Analitycy z Bank of America Merrill Lynch oczekują osłabienia juana do 7,3000 za dolara do końca roku, zanim nieznacznie umocni się w 2020 roku. Deutsche Bank przewiduje poziom 7,1000 do końca roku. We wtorek juan był na poziomie 7,03423 wobec dolara. Dalsza wyprzedaż może również powodować problemy dla chińskich deweloperów nieruchomości i innych pożyczkodawców korporacyjnych, którzy zaciągnęli zagraniczne pożyczki, ponieważ ich zarobki są w większości w juanach, podczas gdy ich międzynarodowe kredyty są zaciągnięte w dolarach. Według danych Banku Rozrachunków Międzynarodowych chińskie firmy miały prawie 900 miliardów dolarów dłużnych papierów wartościowych denominowanych w dolarach na koniec marca, prawie trzy razy więcej niż pięć lat temu. Mimo ścisłej kontroli kapitału w Pekinie, Chiny mogą doświadczyć ucieczki kapitału, jeśli juan osłabnie jeszcze bardziej, twierdzą niektórzy obserwatorzy.

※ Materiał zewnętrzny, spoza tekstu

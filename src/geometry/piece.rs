//! Smooth pieces of a boundary, each a curve over t in [0, 1].

use super::bezier;
use super::point::{Box2, Point, exact_polar, pt};
use std::f64::consts::{FRAC_PI_2, PI};

/// A smooth, regular piece of a boundary, run through by t from 0 to 1.
#[derive(Clone, Debug, PartialEq)]
pub enum Piece {
    /// A straight edge.
    Line {
        /// Start.
        from: Point,
        /// End.
        to: Point,
    },
    /// A circular arc; `sweep` in radians, positive counter-clockwise.
    Arc {
        /// Centre of the circle.
        centre: Point,
        /// Radius, positive.
        radius: f64,
        /// Angle of the start, radians.
        start: f64,
        /// Signed angle run through.
        sweep: f64,
    },
    /// An arc of an ellipse: centre + R(turn) (a cos φ, b sin φ), φ from `start` over `sweep`.
    Ellipse {
        /// Centre.
        centre: Point,
        /// Half axes a, b, both positive.
        half_axes: Point,
        /// Angle of the first axis, radians.
        turn: f64,
        /// Parameter of the start, radians.
        start: f64,
        /// Signed parameter range.
        sweep: f64,
    },
    /// A cubic Bézier curve.
    Bezier {
        /// End point, two control points, end point.
        points: [Point; 4],
    },
    /// The parallel curve of `base`, to its left by `by` (to its right if negative).
    Offset {
        /// The curve it runs along, neither line nor arc nor itself an offset.
        base: Box<Piece>,
        /// Distance to the left of the base.
        by: f64,
    },
}

impl Piece {
    /// A straight edge.
    pub fn line(from: Point, to: Point) -> Self {
        Self::Line { from, to }
    }

    /// A circular arc; angles in radians.
    pub fn arc(centre: Point, radius: f64, start: f64, sweep: f64) -> Self {
        Self::Arc {
            centre,
            radius,
            start,
            sweep,
        }
    }

    /// The point at t.
    pub fn at(&self, t: f64) -> Point {
        match self {
            Self::Line { from, to } => {
                if t <= 0.5 {
                    *from + (*to - *from) * t
                } else {
                    *to + (*from - *to) * (1.0 - t)
                }
            }
            Self::Arc {
                centre,
                radius,
                start,
                sweep,
            } => *centre + Point::polar(start + t * sweep) * *radius,
            Self::Ellipse {
                centre,
                half_axes,
                turn,
                start,
                sweep,
            } => {
                let e = Point::polar(start + t * sweep);
                *centre + pt(half_axes.x * e.x, half_axes.y * e.y).turned(exact_polar(*turn))
            }
            Self::Bezier { points } => bezier::at(points, t),
            Self::Offset { base, by } => base.at(t) + base.tangent(t).left() * *by,
        }
    }

    /// Derivative of the point by t.
    pub fn velocity(&self, t: f64) -> Point {
        match self {
            Self::Line { from, to } => *to - *from,
            Self::Arc {
                radius,
                start,
                sweep,
                ..
            } => Point::polar(start + t * sweep).left() * (radius * sweep),
            Self::Ellipse {
                half_axes,
                turn,
                start,
                sweep,
                ..
            } => {
                let e = Point::polar(start + t * sweep);
                pt(-half_axes.x * e.y, half_axes.y * e.x).turned(exact_polar(*turn)) * *sweep
            }
            Self::Bezier { points } => bezier::velocity(points, t),
            Self::Offset { base, by } => base.velocity(t) * (1.0 - by * base.curvature(t)),
        }
    }

    /// Unit vector of the direction of travel at t; for an offset that of its base.
    ///
    /// It exists also where the velocity of a Bézier curve vanishes at an end.
    pub fn tangent(&self, t: f64) -> Point {
        match self {
            Self::Bezier { points } => bezier::tangent(points, t),
            Self::Offset { base, .. } => base.tangent(t),
            Self::Arc { start, sweep, .. } => {
                Point::polar(start + t * sweep).left() * sweep.signum()
            }
            _ => self.velocity(t).unit(),
        }
    }

    /// The values of t strictly between 0 and 1 where the coordinate `axis` is stationary,
    /// ascending: between them the coordinate is monotone.
    pub fn turning_points(&self, axis: usize) -> Vec<f64> {
        match self {
            Self::Line { .. } => Vec::new(),
            Self::Arc { start, sweep, .. } => {
                let extreme = if axis == 0 { 0.0 } else { FRAC_PI_2 };
                periodic_hits(extreme, PI, *start, *sweep)
            }
            Self::Ellipse {
                half_axes: h,
                turn,
                start,
                sweep,
                ..
            } => {
                let e = exact_polar(*turn);
                let extreme = if axis == 0 {
                    (-h.y * e.y).atan2(h.x * e.x)
                } else {
                    (h.y * e.x).atan2(h.x * e.y)
                };
                periodic_hits(extreme, PI, *start, *sweep)
            }
            Self::Bezier { points } => bezier::turning_points(points, axis),
            Self::Offset { base, by } => {
                let mut out = base.turning_points(axis);
                let folds = base.folds(*by);
                if !folds.is_empty() {
                    out.extend(folds);
                    out.sort_by(f64::total_cmp);
                    out.dedup_by(|a, b| (*a - *b).abs() < 1e-12);
                }
                out
            }
        }
    }

    /// Where the curve parallel to this one, `by` to the left, turns back: the t in (0, 1) at
    /// which 1 − `by`·curvature changes its sign, ascending.
    pub fn folds(&self, by: f64) -> Vec<f64> {
        if matches!(self, Self::Line { .. } | Self::Arc { .. }) || by == 0.0 {
            return Vec::new();
        }
        let speed = |t: f64| 1.0 - by * self.curvature(t);
        let mut grid: Vec<f64> = (0..=48).map(|i| f64::from(i) / 48.0).collect();
        if let Self::Ellipse { start, sweep, .. } = self {
            // The curvature of an ellipse is monotone between the ends of its axes.
            grid.extend(periodic_hits(0.0, FRAC_PI_2, *start, *sweep));
            grid.sort_by(f64::total_cmp);
        }
        let mut out = Vec::new();
        for w in grid.windows(2) {
            let (mut a, mut b) = (w[0], w[1]);
            let rising = speed(b) > 0.0;
            if (speed(a) > 0.0) == rising {
                continue;
            }
            for _ in 0..60 {
                let m = 0.5 * (a + b);
                if (speed(m) > 0.0) == rising {
                    b = m;
                } else {
                    a = m;
                }
            }
            out.push(0.5 * (a + b));
        }
        out.retain(|t| *t > 1e-12 && *t < 1.0 - 1e-12);
        out
    }

    /// Start of the piece.
    pub fn start(&self) -> Point {
        self.at(0.0)
    }
    /// End of the piece.
    pub fn end(&self) -> Point {
        self.at(1.0)
    }

    /// Signed curvature at t, positive where the piece turns left.
    pub fn curvature(&self, t: f64) -> f64 {
        match self {
            Self::Line { .. } => 0.0,
            Self::Arc { radius, sweep, .. } => sweep.signum() / radius,
            Self::Ellipse {
                half_axes: h,
                start,
                sweep,
                ..
            } => {
                let e = Point::polar(start + t * sweep);
                sweep.signum() * h.x * h.y / (h.x * e.y).hypot(h.y * e.x).powi(3)
            }
            Self::Bezier { points } => bezier::curvature(points, t),
            Self::Offset { base, by } => {
                let k = base.curvature(t);
                k / (1.0 - by * k).abs()
            }
        }
    }

    /// Box around the piece.
    pub fn bounds(&self) -> Box2 {
        let mut b = Box2::EMPTY;
        b.include(self.start());
        b.include(self.end());
        for axis in 0..2 {
            for t in self.turning_points(axis) {
                b.include(self.at(t));
            }
        }
        b
    }
}

/// Parameters t in (0, 1) at which `start + t sweep` equals `value` modulo `period`, ascending.
pub(super) fn periodic_hits(value: f64, period: f64, start: f64, sweep: f64) -> Vec<f64> {
    let lo = start.min(start + sweep);
    let first = ((lo - value) / period).floor();
    // A piece never runs round more than a few times; the bound also ends the loop on NaN.
    let count = (sweep.abs() / period).min(64.0) as usize + 2;
    let mut out: Vec<f64> = (0..count)
        .map(|k| (value + (first + k as f64) * period - start) / sweep)
        .filter(|t| *t > 1e-12 && *t < 1.0 - 1e-12)
        .collect();
    out.sort_by(f64::total_cmp);
    out
}

#[cfg(test)]
#[allow(clippy::unwrap_used)]
mod tests {
    use super::*;

    /// One of every kind, none of them symmetric.
    pub fn zoo() -> Vec<Piece> {
        let bezier = Piece::Bezier {
            points: [pt(0., 0.), pt(1., 2.), pt(3., -1.), pt(4., 1.)],
        };
        let ellipse = Piece::Ellipse {
            centre: pt(1., 2.),
            half_axes: pt(3., 1.),
            turn: 0.4,
            start: -1.0,
            sweep: 4.5,
        };
        vec![
            Piece::line(pt(0.3, -1.), pt(2., 4.)),
            Piece::arc(pt(1., 1.), 2.5, 0.3, -4.0),
            Piece::Offset {
                base: Box::new(bezier.clone()),
                by: -0.15,
            },
            Piece::Offset {
                base: Box::new(ellipse.clone()),
                by: 0.2,
            },
            bezier,
            ellipse,
        ]
    }

    #[test]
    fn velocity_and_curvature_are_the_derivatives() {
        // Central differences with step h err by h² and by roundoff / h.
        let h = 1e-5;
        for p in zoo() {
            for k in 1..10 {
                let t = f64::from(k) / 10.0;
                let v = (p.at(t + h) - p.at(t - h)) * (0.5 / h);
                assert!((v - p.velocity(t)).norm() < 1e-7 * v.norm(), "{p:?} at {t}");
                let (a, b) = (p.velocity(t - h), p.velocity(t + h));
                let turn = a.cross(b).atan2(a.dot(b));
                let k = turn / (2.0 * h * v.norm());
                assert!((k - p.curvature(t)).abs() < 1e-6, "{p:?} at {t}");
            }
        }
    }

    #[test]
    fn the_box_holds_the_curve_and_touches_it() {
        for p in zoo() {
            let b = p.bounds();
            let mut seen = Box2::EMPTY;
            for k in 0..=10_000 {
                seen.include(p.at(f64::from(k) / 1e4));
            }
            // 10⁴ samples miss an extreme by at most (speed/2·10⁻⁴)² × curvature.
            for (x, y) in [
                (b.lo.x, seen.lo.x),
                (b.lo.y, seen.lo.y),
                (b.hi.x, seen.hi.x),
                (b.hi.y, seen.hi.y),
            ] {
                assert!((x - y).abs() < 1e-6, "{p:?}");
            }
        }
    }
}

Louis Kuijs, szef ds. Ekonomii Azji w Oxford Economics, powiedział, że decydenci nie będą zadowoleni z poważnego osłabienia juana, z uwagi na obawy związane z wywołaniem dużych odpływów. "Ludzie w Chinach uważają osłabienie waluty za zwiastun nadchodzącego osłabienia" - powiedział. "To jest powód, dla którego niektórzy przenoszą pieniądze za granicę." Pekin ma szereg narzędzi do bardziej bezpośredniego kontrolowania kursów walut. Należą do nich wydawanie części z ponad 3 trylionów dolarów rezerw walutowych, ściąganie płynności z rynków offshore lub zlecanie bankom państwowym podtrzymania waluty. Chiński Bank Ludowy ma również pewną swobodę w ustalaniu codziennego punktu dla handlu walutą. "Uważamy, że władze będą nadal egzekwować kontrolę kapitału o wiele bardziej rygorystycznie niż w 2015 r." - powiedział Mansoor Mohi-uddin, starszy strateg w NatWest Markets. "Myślę, że władze są bardzo świadome ryzyka ucieczki kapitału".